(Data items)
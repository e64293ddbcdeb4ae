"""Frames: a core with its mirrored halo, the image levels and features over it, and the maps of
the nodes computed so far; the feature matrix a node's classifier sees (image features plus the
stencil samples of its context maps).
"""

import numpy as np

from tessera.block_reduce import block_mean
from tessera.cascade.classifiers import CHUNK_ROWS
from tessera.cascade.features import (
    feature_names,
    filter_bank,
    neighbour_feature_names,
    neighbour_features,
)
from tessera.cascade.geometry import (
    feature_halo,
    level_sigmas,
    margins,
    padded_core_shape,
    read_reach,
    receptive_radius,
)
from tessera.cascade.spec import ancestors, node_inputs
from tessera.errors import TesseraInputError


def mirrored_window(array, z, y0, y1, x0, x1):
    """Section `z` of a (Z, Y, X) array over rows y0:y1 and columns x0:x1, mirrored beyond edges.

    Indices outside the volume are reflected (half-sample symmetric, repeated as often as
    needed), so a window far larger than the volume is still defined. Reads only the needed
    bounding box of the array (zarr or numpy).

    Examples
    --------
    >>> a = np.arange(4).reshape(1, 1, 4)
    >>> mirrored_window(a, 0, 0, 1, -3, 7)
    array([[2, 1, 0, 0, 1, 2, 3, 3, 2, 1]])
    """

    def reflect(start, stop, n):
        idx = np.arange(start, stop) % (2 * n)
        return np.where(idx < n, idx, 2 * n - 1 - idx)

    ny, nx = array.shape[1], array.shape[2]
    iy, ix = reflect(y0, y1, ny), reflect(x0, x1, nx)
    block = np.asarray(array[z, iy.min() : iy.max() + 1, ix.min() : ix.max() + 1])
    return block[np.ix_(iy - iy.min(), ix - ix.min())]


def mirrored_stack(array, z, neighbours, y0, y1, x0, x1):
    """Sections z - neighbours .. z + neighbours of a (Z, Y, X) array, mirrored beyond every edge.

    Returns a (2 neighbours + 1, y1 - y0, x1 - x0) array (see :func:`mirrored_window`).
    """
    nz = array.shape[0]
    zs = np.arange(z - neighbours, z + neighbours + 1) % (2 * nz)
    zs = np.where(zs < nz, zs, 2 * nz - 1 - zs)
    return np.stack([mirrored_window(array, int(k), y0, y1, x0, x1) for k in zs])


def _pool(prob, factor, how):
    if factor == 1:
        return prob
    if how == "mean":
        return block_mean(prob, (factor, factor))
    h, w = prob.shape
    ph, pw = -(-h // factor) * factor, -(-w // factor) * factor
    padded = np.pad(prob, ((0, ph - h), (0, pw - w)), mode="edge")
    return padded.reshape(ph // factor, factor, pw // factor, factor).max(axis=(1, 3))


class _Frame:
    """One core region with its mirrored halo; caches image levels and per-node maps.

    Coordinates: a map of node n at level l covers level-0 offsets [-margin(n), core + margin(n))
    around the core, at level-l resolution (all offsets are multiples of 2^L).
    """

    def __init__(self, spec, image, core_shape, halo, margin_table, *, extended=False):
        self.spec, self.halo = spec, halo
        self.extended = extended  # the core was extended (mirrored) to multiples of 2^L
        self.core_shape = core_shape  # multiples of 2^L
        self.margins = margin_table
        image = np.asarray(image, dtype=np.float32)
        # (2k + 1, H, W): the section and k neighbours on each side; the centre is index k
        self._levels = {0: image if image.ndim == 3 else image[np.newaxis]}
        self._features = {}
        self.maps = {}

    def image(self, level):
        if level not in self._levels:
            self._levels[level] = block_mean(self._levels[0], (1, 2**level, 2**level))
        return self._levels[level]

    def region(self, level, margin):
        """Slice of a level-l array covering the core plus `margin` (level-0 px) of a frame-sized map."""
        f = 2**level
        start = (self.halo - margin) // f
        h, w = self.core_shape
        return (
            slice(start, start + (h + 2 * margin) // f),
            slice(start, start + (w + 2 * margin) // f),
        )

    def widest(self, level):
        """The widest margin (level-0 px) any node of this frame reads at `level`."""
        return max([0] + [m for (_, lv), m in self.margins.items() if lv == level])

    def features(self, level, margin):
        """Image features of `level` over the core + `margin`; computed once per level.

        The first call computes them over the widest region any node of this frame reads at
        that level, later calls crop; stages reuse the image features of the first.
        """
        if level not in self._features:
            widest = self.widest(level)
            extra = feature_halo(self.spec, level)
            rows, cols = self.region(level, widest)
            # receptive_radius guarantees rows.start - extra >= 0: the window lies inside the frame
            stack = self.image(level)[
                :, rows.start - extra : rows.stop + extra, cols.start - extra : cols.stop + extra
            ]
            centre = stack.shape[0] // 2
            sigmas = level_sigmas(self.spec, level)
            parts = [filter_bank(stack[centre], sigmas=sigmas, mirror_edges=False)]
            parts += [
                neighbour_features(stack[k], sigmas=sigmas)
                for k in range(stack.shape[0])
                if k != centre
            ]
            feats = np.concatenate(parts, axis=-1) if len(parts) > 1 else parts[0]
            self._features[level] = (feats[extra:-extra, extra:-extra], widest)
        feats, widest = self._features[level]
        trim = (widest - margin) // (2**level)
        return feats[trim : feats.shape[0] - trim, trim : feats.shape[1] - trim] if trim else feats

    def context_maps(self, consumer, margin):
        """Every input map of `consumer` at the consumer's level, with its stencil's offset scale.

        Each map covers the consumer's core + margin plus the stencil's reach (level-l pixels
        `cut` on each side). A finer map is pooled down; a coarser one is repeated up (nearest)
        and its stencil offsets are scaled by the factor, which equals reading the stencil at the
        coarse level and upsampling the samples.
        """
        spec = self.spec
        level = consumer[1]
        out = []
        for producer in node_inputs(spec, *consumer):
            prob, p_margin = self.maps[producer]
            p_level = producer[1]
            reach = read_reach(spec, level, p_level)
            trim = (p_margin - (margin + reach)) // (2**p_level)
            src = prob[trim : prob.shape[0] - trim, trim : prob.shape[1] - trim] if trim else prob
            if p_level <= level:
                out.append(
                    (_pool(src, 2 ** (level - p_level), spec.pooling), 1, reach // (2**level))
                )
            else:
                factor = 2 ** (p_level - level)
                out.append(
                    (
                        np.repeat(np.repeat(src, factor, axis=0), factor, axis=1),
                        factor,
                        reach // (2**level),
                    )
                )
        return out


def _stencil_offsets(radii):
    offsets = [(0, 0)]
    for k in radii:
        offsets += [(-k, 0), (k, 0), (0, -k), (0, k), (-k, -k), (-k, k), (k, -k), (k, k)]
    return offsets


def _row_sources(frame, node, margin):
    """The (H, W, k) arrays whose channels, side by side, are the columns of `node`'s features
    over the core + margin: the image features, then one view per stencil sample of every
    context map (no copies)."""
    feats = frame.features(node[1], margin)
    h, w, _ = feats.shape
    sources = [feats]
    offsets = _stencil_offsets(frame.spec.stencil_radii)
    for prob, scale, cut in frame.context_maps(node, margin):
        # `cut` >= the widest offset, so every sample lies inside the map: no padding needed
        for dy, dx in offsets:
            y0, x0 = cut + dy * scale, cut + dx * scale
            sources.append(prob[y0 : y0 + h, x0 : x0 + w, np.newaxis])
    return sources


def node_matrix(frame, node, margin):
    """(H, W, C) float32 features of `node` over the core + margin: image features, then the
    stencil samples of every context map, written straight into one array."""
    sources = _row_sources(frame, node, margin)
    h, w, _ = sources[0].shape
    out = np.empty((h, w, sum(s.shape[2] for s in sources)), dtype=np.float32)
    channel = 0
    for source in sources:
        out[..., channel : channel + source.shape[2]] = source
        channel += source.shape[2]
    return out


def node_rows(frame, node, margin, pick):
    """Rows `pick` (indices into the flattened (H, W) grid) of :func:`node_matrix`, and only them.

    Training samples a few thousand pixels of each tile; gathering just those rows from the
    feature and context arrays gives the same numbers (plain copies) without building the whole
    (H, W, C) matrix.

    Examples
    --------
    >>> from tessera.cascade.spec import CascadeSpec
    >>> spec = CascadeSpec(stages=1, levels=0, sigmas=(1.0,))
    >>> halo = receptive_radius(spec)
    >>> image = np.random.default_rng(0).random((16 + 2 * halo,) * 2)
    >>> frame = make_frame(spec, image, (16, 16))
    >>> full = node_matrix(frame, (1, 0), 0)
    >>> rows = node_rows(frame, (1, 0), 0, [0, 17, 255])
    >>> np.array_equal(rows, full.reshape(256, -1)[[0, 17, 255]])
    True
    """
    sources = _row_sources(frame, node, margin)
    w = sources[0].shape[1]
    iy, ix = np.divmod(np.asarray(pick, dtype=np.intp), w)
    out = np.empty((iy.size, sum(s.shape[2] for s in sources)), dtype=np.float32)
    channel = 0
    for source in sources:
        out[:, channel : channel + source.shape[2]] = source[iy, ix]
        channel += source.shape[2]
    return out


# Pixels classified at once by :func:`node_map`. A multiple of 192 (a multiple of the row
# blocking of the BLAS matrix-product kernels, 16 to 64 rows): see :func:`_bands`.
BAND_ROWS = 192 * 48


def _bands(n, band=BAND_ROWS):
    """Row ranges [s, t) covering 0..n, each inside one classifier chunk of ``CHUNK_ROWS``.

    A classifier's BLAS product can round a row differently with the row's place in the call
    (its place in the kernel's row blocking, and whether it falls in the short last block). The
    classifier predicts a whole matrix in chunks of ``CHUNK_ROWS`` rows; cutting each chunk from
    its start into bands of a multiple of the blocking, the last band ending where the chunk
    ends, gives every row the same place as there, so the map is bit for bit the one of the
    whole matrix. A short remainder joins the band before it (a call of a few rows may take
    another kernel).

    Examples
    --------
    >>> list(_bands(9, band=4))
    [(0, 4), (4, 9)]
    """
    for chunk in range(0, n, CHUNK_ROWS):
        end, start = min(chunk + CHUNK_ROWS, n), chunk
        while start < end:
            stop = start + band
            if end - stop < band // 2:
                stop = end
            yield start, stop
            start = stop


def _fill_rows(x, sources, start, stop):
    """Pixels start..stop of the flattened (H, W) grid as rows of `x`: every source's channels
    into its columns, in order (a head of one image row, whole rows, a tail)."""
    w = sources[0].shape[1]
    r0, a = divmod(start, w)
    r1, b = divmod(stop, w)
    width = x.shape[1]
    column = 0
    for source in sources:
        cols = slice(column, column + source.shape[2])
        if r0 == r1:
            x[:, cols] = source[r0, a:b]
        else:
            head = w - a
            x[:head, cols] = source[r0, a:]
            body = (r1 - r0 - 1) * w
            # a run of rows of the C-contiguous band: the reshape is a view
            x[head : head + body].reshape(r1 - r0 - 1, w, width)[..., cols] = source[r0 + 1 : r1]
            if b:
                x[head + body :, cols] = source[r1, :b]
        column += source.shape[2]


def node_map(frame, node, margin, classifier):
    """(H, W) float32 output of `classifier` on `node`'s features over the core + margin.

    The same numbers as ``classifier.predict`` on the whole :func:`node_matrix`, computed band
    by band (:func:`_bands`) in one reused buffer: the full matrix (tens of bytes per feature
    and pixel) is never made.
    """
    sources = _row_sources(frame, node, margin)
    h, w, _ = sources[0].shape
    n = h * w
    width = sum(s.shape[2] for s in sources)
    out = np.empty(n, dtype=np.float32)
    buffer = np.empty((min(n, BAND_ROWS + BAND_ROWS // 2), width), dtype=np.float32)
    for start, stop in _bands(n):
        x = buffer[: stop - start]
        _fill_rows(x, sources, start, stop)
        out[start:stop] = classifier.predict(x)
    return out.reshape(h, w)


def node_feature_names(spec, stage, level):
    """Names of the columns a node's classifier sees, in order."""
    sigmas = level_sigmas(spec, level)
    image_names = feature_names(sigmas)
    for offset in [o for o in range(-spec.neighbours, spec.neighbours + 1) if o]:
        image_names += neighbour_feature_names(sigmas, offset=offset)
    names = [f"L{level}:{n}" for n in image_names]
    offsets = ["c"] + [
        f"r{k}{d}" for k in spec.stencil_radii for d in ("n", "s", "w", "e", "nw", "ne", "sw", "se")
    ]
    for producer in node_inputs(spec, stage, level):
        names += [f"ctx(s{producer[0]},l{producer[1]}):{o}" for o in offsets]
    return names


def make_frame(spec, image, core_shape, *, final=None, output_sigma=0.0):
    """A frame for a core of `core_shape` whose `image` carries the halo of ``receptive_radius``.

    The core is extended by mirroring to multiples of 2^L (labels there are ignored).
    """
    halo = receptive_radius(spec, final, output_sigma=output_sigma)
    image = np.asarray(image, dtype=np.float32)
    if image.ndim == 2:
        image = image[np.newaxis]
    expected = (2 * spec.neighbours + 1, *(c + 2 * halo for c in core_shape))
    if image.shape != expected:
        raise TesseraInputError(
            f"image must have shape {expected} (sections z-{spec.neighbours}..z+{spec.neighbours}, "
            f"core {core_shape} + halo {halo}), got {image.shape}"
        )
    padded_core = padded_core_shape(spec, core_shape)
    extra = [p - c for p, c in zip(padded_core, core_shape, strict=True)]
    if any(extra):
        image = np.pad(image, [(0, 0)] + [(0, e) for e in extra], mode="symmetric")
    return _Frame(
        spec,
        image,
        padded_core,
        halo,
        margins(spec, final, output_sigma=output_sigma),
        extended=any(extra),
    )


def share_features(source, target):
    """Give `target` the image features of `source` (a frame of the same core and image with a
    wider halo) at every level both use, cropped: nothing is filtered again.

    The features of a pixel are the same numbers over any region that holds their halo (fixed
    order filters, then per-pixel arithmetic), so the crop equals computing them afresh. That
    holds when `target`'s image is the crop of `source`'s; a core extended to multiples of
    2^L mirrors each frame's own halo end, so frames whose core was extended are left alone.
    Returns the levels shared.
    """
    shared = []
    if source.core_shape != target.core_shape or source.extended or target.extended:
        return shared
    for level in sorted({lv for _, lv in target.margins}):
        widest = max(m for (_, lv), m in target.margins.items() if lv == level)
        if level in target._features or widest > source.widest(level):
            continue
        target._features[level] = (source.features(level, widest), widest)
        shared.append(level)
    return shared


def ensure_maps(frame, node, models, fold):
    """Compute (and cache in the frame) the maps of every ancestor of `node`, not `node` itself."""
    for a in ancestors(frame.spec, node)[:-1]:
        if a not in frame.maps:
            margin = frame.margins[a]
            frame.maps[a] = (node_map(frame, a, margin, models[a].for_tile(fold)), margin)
---
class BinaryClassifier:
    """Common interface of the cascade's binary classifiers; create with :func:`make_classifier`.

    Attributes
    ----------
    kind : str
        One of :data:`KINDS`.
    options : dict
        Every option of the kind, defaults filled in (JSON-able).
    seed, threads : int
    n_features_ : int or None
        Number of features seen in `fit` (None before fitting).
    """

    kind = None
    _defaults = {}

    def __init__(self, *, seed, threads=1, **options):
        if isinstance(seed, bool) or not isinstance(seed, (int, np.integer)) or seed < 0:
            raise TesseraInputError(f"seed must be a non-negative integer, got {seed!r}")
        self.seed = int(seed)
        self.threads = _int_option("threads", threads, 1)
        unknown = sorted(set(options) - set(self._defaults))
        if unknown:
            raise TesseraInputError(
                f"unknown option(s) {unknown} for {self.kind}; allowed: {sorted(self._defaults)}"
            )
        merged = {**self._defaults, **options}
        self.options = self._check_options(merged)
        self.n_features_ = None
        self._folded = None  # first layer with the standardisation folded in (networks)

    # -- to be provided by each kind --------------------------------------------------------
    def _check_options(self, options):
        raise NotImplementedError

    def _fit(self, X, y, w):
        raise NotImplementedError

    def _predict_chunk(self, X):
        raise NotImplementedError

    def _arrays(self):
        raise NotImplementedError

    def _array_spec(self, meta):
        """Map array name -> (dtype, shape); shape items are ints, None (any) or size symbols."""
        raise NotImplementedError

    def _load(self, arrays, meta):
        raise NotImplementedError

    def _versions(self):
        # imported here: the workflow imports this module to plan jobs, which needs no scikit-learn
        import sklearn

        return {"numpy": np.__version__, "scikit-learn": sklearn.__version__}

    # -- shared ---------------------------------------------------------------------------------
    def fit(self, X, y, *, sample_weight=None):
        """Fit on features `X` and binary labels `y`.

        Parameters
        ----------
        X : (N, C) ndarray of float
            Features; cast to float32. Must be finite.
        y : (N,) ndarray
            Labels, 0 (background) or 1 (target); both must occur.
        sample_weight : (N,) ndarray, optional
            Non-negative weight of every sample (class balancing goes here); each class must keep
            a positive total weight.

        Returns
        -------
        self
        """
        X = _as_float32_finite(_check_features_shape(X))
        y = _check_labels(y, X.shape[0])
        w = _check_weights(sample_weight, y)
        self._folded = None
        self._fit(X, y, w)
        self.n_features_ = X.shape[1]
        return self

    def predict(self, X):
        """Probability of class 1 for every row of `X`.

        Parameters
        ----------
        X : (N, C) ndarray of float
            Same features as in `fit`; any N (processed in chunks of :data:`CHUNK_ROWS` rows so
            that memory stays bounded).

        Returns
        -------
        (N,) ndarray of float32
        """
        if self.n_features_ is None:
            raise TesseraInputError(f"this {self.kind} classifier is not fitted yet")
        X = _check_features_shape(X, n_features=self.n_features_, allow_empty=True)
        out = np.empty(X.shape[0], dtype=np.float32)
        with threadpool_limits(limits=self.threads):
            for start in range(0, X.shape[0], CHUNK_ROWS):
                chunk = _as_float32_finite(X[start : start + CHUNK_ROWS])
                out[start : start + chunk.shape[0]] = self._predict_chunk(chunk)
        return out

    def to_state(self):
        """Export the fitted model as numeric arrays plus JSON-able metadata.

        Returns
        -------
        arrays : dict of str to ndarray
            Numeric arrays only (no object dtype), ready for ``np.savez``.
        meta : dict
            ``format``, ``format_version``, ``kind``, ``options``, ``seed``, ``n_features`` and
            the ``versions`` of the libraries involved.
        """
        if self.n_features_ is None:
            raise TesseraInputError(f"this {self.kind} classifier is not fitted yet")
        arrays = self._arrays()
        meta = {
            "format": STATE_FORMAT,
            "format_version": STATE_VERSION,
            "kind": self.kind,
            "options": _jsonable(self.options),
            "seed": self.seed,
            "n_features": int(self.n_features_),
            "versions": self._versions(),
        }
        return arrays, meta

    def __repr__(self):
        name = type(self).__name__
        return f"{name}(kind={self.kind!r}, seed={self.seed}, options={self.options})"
* * *
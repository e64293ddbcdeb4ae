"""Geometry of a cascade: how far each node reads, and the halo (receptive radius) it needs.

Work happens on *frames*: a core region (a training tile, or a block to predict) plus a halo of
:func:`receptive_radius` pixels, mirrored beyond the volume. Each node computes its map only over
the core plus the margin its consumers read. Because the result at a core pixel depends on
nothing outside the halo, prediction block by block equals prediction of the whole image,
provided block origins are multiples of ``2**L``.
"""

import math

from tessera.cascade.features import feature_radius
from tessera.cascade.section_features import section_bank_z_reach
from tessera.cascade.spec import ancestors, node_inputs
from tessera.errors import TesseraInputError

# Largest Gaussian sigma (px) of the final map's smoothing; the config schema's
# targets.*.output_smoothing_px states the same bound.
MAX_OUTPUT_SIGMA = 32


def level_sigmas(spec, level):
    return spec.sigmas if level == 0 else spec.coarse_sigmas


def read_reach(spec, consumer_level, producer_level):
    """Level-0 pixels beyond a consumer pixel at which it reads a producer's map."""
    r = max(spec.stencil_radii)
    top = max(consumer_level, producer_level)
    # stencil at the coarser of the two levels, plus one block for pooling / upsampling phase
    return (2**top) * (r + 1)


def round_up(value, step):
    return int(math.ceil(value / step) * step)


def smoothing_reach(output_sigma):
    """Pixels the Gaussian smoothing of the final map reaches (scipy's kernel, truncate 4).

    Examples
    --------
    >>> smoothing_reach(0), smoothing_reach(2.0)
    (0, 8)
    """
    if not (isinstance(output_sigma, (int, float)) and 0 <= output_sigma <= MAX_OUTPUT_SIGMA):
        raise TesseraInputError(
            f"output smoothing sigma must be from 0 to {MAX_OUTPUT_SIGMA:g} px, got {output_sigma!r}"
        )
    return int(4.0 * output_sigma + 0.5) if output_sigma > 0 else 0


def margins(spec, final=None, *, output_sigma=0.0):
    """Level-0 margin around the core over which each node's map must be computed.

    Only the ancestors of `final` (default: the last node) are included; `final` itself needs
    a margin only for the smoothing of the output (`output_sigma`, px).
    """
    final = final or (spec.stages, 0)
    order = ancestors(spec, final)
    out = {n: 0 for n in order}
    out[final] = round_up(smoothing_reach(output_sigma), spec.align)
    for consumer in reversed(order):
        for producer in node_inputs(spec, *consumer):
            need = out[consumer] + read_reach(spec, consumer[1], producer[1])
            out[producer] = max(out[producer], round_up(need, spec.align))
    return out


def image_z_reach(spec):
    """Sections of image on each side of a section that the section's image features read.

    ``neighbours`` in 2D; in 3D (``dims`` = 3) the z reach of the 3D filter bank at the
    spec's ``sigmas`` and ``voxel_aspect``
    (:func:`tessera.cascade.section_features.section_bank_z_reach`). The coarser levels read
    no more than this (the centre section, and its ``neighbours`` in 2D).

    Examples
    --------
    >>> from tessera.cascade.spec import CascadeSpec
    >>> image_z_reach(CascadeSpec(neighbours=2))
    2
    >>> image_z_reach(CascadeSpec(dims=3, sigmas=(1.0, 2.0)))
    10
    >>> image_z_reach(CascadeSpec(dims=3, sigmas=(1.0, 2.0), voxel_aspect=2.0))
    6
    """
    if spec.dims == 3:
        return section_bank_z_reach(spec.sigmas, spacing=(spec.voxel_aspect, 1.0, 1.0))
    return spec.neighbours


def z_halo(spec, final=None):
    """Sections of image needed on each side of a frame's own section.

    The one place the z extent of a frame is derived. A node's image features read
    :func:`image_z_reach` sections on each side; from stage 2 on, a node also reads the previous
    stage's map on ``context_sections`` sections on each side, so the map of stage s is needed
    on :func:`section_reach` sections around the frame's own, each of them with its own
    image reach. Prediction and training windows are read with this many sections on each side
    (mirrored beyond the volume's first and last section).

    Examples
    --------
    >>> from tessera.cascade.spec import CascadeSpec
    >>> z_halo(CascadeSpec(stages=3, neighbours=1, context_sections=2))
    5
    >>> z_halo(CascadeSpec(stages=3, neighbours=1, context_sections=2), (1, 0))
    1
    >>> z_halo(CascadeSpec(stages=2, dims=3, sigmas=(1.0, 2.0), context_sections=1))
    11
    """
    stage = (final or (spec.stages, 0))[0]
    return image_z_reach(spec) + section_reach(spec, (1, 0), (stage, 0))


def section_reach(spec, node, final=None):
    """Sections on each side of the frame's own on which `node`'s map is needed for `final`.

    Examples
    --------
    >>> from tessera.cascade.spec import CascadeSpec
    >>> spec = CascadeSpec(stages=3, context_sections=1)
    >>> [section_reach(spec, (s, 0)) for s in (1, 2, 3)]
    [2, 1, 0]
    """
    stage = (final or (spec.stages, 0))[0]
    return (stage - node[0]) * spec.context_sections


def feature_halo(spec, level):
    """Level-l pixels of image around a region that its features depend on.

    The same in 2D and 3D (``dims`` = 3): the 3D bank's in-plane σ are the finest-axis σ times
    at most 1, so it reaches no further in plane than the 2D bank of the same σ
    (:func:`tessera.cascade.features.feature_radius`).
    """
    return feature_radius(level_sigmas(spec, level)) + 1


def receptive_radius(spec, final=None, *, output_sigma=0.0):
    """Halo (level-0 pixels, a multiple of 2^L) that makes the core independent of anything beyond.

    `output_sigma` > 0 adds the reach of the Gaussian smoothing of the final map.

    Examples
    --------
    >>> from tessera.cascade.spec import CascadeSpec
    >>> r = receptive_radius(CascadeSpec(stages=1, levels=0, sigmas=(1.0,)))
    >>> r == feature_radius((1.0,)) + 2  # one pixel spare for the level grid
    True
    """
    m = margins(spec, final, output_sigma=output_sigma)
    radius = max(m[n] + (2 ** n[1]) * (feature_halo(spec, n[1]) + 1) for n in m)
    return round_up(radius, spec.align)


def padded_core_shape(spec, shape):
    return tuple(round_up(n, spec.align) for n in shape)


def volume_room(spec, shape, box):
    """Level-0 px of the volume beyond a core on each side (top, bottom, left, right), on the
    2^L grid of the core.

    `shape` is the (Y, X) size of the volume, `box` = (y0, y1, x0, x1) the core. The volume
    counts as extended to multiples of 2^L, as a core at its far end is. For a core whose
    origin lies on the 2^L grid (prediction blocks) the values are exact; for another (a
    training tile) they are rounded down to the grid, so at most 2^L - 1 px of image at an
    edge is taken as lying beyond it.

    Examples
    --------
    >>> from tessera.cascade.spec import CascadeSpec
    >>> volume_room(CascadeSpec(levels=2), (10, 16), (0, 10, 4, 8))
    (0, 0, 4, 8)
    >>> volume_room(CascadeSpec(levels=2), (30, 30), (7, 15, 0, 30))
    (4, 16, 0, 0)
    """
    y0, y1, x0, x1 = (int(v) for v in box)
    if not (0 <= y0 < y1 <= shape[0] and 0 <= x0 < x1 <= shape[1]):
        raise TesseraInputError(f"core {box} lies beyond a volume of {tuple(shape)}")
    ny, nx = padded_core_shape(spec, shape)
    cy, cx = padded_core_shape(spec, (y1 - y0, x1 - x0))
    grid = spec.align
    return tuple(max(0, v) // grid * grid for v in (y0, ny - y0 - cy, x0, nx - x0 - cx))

### Task objective
Would you output, from the records above, exactly the run of lines that starts at the line containing "slice(start, start + (h" and ends at the line containing "once per level.", and only that run?

### Result of the exercise
            slice(start, start + (h + 2 * margin) // f),
            slice(start, start + (w + 2 * margin) // f),
        )

    def widest(self, level):
        """The widest margin (level-0 px) any node of this frame reads at `level`."""
        return max([0] + [m for (_, lv), m in self.margins.items() if lv == level])

    def features(self, level, margin):
        """Image features of `level` over the core + `margin`; computed once per level.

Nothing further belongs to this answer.